Collected data entries:

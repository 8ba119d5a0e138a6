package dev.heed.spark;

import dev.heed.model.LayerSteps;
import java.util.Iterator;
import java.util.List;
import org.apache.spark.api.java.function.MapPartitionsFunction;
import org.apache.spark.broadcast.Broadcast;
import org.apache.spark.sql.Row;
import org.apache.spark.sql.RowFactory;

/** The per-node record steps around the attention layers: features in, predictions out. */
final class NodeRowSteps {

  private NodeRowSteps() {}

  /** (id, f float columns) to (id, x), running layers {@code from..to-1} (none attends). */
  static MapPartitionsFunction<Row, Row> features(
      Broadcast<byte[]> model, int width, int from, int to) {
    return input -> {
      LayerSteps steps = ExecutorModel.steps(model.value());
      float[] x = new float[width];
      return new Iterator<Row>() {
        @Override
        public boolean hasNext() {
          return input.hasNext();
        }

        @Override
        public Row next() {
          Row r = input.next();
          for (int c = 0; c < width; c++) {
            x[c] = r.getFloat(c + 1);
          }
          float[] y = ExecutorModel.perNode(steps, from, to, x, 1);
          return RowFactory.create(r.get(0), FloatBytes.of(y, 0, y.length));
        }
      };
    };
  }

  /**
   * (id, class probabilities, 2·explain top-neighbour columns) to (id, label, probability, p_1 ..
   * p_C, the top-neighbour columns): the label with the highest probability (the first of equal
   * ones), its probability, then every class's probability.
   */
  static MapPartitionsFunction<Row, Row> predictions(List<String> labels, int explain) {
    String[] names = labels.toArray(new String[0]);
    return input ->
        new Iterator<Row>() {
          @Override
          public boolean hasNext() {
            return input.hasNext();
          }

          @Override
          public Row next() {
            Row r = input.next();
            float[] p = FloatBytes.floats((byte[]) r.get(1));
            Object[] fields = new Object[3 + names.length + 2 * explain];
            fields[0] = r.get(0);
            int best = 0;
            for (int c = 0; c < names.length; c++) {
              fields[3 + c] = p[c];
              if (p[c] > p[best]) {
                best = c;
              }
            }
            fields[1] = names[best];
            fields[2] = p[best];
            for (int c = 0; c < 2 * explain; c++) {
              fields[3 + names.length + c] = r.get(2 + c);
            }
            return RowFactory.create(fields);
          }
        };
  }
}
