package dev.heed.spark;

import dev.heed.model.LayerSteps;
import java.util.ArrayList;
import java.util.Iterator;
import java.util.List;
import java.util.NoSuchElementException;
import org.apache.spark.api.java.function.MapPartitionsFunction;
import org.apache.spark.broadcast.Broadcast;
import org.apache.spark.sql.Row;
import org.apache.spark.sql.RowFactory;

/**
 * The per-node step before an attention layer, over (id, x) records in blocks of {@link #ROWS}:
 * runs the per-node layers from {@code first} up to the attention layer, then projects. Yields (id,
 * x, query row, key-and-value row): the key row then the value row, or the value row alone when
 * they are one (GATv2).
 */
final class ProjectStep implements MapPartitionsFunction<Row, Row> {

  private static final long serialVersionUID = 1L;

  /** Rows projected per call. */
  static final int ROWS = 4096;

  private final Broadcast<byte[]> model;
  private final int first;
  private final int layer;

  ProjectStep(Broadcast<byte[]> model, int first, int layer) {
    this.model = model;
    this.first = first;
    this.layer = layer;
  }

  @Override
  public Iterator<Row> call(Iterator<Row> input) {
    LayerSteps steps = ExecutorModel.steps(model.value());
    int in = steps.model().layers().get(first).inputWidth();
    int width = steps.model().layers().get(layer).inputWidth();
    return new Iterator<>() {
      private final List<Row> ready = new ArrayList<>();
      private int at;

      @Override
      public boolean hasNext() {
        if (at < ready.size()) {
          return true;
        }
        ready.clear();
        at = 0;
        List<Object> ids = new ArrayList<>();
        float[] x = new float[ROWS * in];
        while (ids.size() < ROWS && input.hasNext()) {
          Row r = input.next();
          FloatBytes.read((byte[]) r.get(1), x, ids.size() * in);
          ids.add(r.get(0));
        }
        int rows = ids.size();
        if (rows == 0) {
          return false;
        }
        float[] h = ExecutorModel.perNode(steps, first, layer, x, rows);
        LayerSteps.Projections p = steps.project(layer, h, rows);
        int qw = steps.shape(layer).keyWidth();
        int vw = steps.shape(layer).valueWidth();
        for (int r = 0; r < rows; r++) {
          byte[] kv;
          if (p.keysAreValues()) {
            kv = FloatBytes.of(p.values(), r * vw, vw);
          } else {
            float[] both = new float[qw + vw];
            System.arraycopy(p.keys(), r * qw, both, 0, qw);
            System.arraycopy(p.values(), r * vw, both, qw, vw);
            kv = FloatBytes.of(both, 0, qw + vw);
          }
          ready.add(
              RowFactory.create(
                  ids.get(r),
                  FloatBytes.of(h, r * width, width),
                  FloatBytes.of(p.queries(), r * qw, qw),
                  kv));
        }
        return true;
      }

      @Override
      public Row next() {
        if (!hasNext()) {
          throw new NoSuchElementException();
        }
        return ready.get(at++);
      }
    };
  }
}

TASK OBJECTIVE |
Show each line of the data that contains the string "Broadcast".

TASK RESPONSE |
import org.apache.spark.broadcast.Broadcast;
      Broadcast<byte[]> model, int width, int from, int to) {
import org.apache.spark.broadcast.Broadcast;
  private final Broadcast<byte[]> model;
  ProjectStep(Broadcast<byte[]> model, int first, int layer) {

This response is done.